• Required action: Please write out the records exactly.

____________

import fc from "fast-check";
import { describe, expect, it } from "vitest";
import { agreementWord, cohenKappa, confusionMatrix } from "@/lib/stats/kappa";

function defined(result: ReturnType<typeof cohenKappa>) {
  if (!result.defined) throw new Error(`kappa is undefined: ${result.why}`);
  return result;
}

describe("agreement beyond chance", () => {
  it("is 0.40 for 50 grant applications, 20 5 / 10 15 (Wikipedia, Cohen's kappa)", () => {
    const result = defined(
      cohenKappa([
        [20, 5],
        [10, 15],
      ]),
    );
    expect(result.kappa).toBeCloseTo(0.4, 10);
    // Standard error by Fleiss, Cohen and Everitt 1969.
    expect(result.standardError).toBeCloseTo(0.127, 3);
    expect(result.low).toBeCloseTo(0.1511, 3);
    expect(result.high).toBeCloseTo(0.6489, 3);
    expect(result.word).toBe("fair");
  });

  it("is 0.348 for 20 20 / 10 50 (Artstein and Poesio, Computational Linguistics 34, 2008, Table 1)", () => {
    expect(
      defined(
        cohenKappa([
          [20, 20],
          [10, 50],
        ]),
      ).kappa,
    ).toBeCloseTo(0.348, 3);
  });

  // A statistics package's printout, kept in statsmodels' tests of inter-rater agreement.
  const PRINTOUT = [
    [0, 4, 1],
    [0, 8, 0],
    [0, 1, 5],
  ];
  it("is 0.4842 with standard error 0.1380 and interval 0.2137 to 0.7547 (package printout)", () => {
    const result = defined(cohenKappa(PRINTOUT));
    expect(result.kappa).toBeCloseTo(0.4842, 4);
    expect(result.standardError).toBeCloseTo(0.138, 4);
    expect(result.low).toBeCloseTo(0.2137, 4);
    expect(result.high).toBeCloseTo(0.7547, 4);
    expect(result.word).toBe("moderate");
  });

  it("is 0.4701 with standard error 0.1457 when a near miss counts half (same printout, linear weights)", () => {
    const result = defined(cohenKappa(PRINTOUT, "linear"));
    expect(result.kappa).toBeCloseTo(0.4701, 4);
    expect(result.standardError).toBeCloseTo(0.1457, 4);
  });

  it("is undefined, not 1, when both only ever said one class; and without cases", () => {
    expect(
      cohenKappa([
        [4, 0],
        [0, 0],
      ]),
    ).toEqual({ defined: false, cases: 4, why: "one class only" });
    expect(
      cohenKappa([
        [0, 0],
        [0, 0],
      ]),
    ).toEqual({ defined: false, cases: 0, why: "no cases" });
  });

  it("does not care who is first, nor in which order classes are listed, and full agreement is 1", () => {
    const counts = fc.array(fc.array(fc.integer({ min: 0, max: 30 }), { minLength: 3, maxLength: 3 }), {
      minLength: 3,
      maxLength: 3,
    });
    fc.assert(
      fc.property(counts, (table) => {
        const result = cohenKappa(table);
        fc.pre(result.defined);
        const { kappa, standardError } = defined(result);
        expect(Number.isFinite(kappa) && Number.isFinite(standardError)).toBe(true);
        const swapped = table.map((_, i) => table.map((row) => row[i] ?? 0));
        expect(defined(cohenKappa(swapped)).kappa).toBeCloseTo(kappa, 10);
        const turned = [...table].reverse().map((row) => [...row].reverse());
        expect(defined(cohenKappa(turned)).kappa).toBeCloseTo(kappa, 10);
      }),
    );
    expect(
      defined(
        cohenKappa([
          [7, 0],
          [0, 5],
        ]),
      ).kappa,
    ).toBeCloseTo(1, 12);
  });
});

describe("who said what", () => {
  it("counts pairs of calls, first down, second across", () => {
    const pairs = [
      ["burning", "burning"],
      ["burning", "oxidation"],
      ["oxidation", "oxidation"],
    ] as const;
    expect(confusionMatrix(pairs, ["burning", "oxidation"])).toEqual([
      [1, 1],
      [0, 1],
    ]);
    expect(() => confusionMatrix([["burning", "rust"]], ["burning"])).toThrow(/rust/);
  });

  it("uses the words of Landis and Koch (Biometrics 33, 1977, 159)", () => {
    const words = [-0.1, 0.1, 0.3, 0.5, 0.7, 0.9].map(agreementWord);
    expect(words).toEqual(["poor", "slight", "fair", "moderate", "substantial", "almost perfect"]);
    expect(() => agreementWord(Number.NaN)).toThrow(RangeError);
    expect(() => cohenKappa([[1, 2]])).toThrow(expect.objectContaining({ field: "table" }));
    expect(() => cohenKappa([[-1]])).toThrow(expect.objectContaining({ field: "table" }));
  });
});
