import { notFound } from "next/navigation";
import { readEnv } from "@/lib/env";

/** Nothing but the frame that every page has: what the browser tests weigh other pages against. */
export default function EmptyPage() {
  const env = readEnv();
  if (env.NODE_ENV === "production" && env.COPPERTELL_GALLERY !== "1") notFound();
  return <main />;
}
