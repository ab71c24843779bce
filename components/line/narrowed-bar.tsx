import Link from "next/link";
import type { ReactNode } from "react";

export interface NarrowedBarProps {
  /** Name of the pressed station. */
  station: string;
  /** What is left on the screen: "4 of 6 waiting cases". */
  words?: string;
  /** The screen with the whole line. */
  clearHref: string;
  /** Right end: how the list is ordered. Not on a phone. */
  aside?: ReactNode;
}

/** Says that a station narrows the screen, and undoes it. */
export function NarrowedBar({ station, words, clearHref, aside }: NarrowedBarProps) {
  return (
    <section className="narrowed" aria-label="Narrowed">
      <div className="narrowed__in">
        <p role="status">
          Narrowed to <strong>{station}</strong>
          {words ? `: ${words}.` : "."}
        </p>
        <Link href={clearHref} scroll={false}>
          Show the whole line
        </Link>
        {aside && <span className="narrowed__aside">{aside}</span>}
      </div>
    </section>
  );
}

____________

• Exercise response:
import fc from "fast-check";
import { describe, expect, it } from "vitest";
import { agreementWord, cohenKappa, confusionMatrix } from "@/lib/stats/kappa";

function defined(result: ReturnType<typeof cohenKappa>) {
  if (!result.defined) throw new Error(`kappa is undefined: ${result.why}`);
  return result;
}

describe("agreement beyond chance", () => {
  it("is 0.40 for 50 grant applications, 20 5 / 10 15 (Wikipedia, Cohen's kappa)", () => {
    const result = defined(
      cohenKappa([
        [20, 5],
        [10, 15],
      ]),
    );
    expect(result.kappa).toBeCloseTo(0.4, 10);
    // Standard error by Fleiss, Cohen and Everitt 1969.
    expect(result.standardError).toBeCloseTo(0.127, 3);
    expect(result.low).toBeCloseTo(0.1511, 3);
    expect(result.high).toBeCloseTo(0.6489, 3);
    expect(result.word).toBe("fair");
  });

  it("is 0.348 for 20 20 / 10 50 (Artstein and Poesio, Computational Linguistics 34, 2008, Table 1)", () => {
    expect(
      defined(
        cohenKappa([
          [20, 20],
          [10, 50],
        ]),
      ).kappa,
    ).toBeCloseTo(0.348, 3);
  });

  // A statistics package's printout, kept in statsmodels' tests of inter-rater agreement.
  const PRINTOUT = [
    [0, 4, 1],
    [0, 8, 0],
    [0, 1, 5],
  ];
  it("is 0.4842 with standard error 0.1380 and interval 0.2137 to 0.7547 (package printout)", () => {
    const result = defined(cohenKappa(PRINTOUT));
    expect(result.kappa).toBeCloseTo(0.4842, 4);
    expect(result.standardError).toBeCloseTo(0.138, 4);
    expect(result.low).toBeCloseTo(0.2137, 4);
    expect(result.high).toBeCloseTo(0.7547, 4);
    expect(result.word).toBe("moderate");
  });

  it("is 0.4701 with standard error 0.1457 when a near miss counts half (same printout, linear weights)", () => {
    const result = defined(cohenKappa(PRINTOUT, "linear"));
    expect(result.kappa).toBeCloseTo(0.4701, 4);
    expect(result.standardError).toBeCloseTo(0.1457, 4);
  });

  it("is undefined, not 1, when both only ever said one class; and without cases", () => {
    expect(
      cohenKappa([
        [4, 0],
        [0, 0],
      ]),
    ).toEqual({ defined: false, cases: 4, why: "one class only" });
    expect(
      cohenKappa([
        [0, 0],
        [0, 0],
      ]),
    ).toEqual({ defined: false, cases: 0, why: "no cases" });
  });

  it("does not care who is first, nor in which order classes are listed, and full agreement is 1", () => {
    const counts = fc.array(fc.array(fc.integer({ min: 0, max: 30 }), { minLength: 3, maxLength: 3 }), {
      minLength: 3,
      maxLength: 3,
    });
    fc.assert(
      fc.property(counts, (table) => {
        const result = cohenKappa(table);
        fc.pre(result.defined);
        const { kappa, standardError } = defined(result);
        expect(Number.isFinite(kappa) && Number.isFinite(standardError)).toBe(true);
        const swapped = table.map((_, i) => table.map((row) => row[i] ?? 0));
        expect(defined(cohenKappa(swapped)).kappa).toBeCloseTo(kappa, 10);
        const turned = [...table].reverse().map((row) => [...row].reverse());
        expect(defined(cohenKappa(turned)).kappa).toBeCloseTo(kappa, 10);
      }),
    );
    expect(
      defined(
        cohenKappa([
          [7, 0],
          [0, 5],
        ]),
      ).kappa,
    ).toBeCloseTo(1, 12);
  });
});

describe("who said what", () => {
  it("counts pairs of calls, first down, second across", () => {
    const pairs = [
      ["burning", "burning"],
      ["burning", "oxidation"],
      ["oxidation", "oxidation"],
    ] as const;
    expect(confusionMatrix(pairs, ["burning", "oxidation"])).toEqual([
      [1, 1],
      [0, 1],
    ]);
    expect(() => confusionMatrix([["burning", "rust"]], ["burning"])).toThrow(/rust/);
  });

  it("uses the words of Landis and Koch (Biometrics 33, 1977, 159)", () => {
    const words = [-0.1, 0.1, 0.3, 0.5, 0.7, 0.9].map(agreementWord);
    expect(words).toEqual(["poor", "slight", "fair", "moderate", "substantial", "almost perfect"]);
    expect(() => agreementWord(Number.NaN)).toThrow(RangeError);
    expect(() => cohenKappa([[1, 2]])).toThrow(expect.objectContaining({ field: "table" }));
    expect(() => cohenKappa([[-1]])).toThrow(expect.objectContaining({ field: "table" }));
  });
});
import { notFound } from "next/navigation";
import { readEnv } from "@/lib/env";

/** Nothing but the frame that every page has: what the browser tests weigh other pages against. */
export default function EmptyPage() {
  const env = readEnv();
  if (env.NODE_ENV === "production" && env.COPPERTELL_GALLERY !== "1") notFound();
  return <main />;
}
repository ab71c24843779bce
filename components/line/narrowed-bar.tsx
import Link from "next/link";
import type { ReactNode } from "react";

export interface NarrowedBarProps {
  /** Name of the pressed station. */
  station: string;
  /** What is left on the screen: "4 of 6 waiting cases". */
  words?: string;
  /** The screen with the whole line. */
  clearHref: string;
  /** Right end: how the list is ordered. Not on a phone. */
  aside?: ReactNode;
}

/** Says that a station narrows the screen, and undoes it. */
export function NarrowedBar({ station, words, clearHref, aside }: NarrowedBarProps) {
  return (
    <section className="narrowed" aria-label="Narrowed">
      <div className="narrowed__in">
        <p role="status">
          Narrowed to <strong>{station}</strong>
          {words ? `: ${words}.` : "."}
        </p>
        <Link href={clearHref} scroll={false}>
          Show the whole line
        </Link>
        {aside && <span className="narrowed__aside">{aside}</span>}
      </div>
    </section>
  );
}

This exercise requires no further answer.